Kreativitas Dimulai dari Kekosongan
Segala ciptaan besar lahir dari kekosongan—bukan dari hasil pencarian, tapi dari ruang hening tempat ide bisa tumbuh bebas. Dalam penelitian Oppenheimer & Patterson, kelompok tanpa internet menciptakan ide yang lebih hidup dan orisinal karena mereka tidak terikat pada solusi yang sudah tersedia.
Penelitian Oliva & Storm juga memperkuat hal ini. Saat peserta mencari inspirasi lewat Google, mereka cenderung menghasilkan ide-ide yang sangat mirip dengan apa yang sudah ditemukan. Sebaliknya, ketika mereka diminta memikirkan ide tanpa bantuan digital, gagasan yang muncul lebih liar, eksentrik, dan berbeda.

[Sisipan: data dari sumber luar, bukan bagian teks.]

def check_train(train, native_focal_ratio: float | None) -> None:
    """Rules across a train's elements; ValueError naming the element (``train.N``) otherwise."""
    from calculators.schemas import check_focal_ratio

    for i, element in enumerate(train[:-1]):
        if element.kind == ElementKind.eyepiece:
            raise ValueError(f"train.{i}: an eyepiece may only be the last element of a train")
    currencies = {e.price.currency for e in train if e.price is not None}
    if len(currencies) > 1:
        raise ValueError(f"the elements of one train must share a currency, got {sorted(currencies)}")
    if native_focal_ratio is not None:
        check_focal_ratio(native_focal_ratio * train_factor(train))
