"""Pure computation for rigbench: rig schemas, unit parsing at the edge, batch calculators.

Nothing in this package imports a web framework or a database.
"""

Kesimpulan: Gunakan Alat, Tapi Jangan Dimulai dari Sana
Google dan AI bukan musuh. Mereka adalah alat yang sangat bermanfaat—di waktu yang tepat. Tapi jika proses kreatif dimulai dari pencarian, yang lahir adalah jawaban orang lain. Jika dimulai dari diam, dari ruang kosong dalam pikiran, maka ada peluang lahirnya ide yang benar-benar milik kita.
Mulailah dengan kekosongan. Biarkan imajinasi berkelana tanpa batasan. Setelah itu, barulah kita manfaatkan teknologi untuk memperkuat atau menyempurnakan apa yang telah kita temukan sendiri.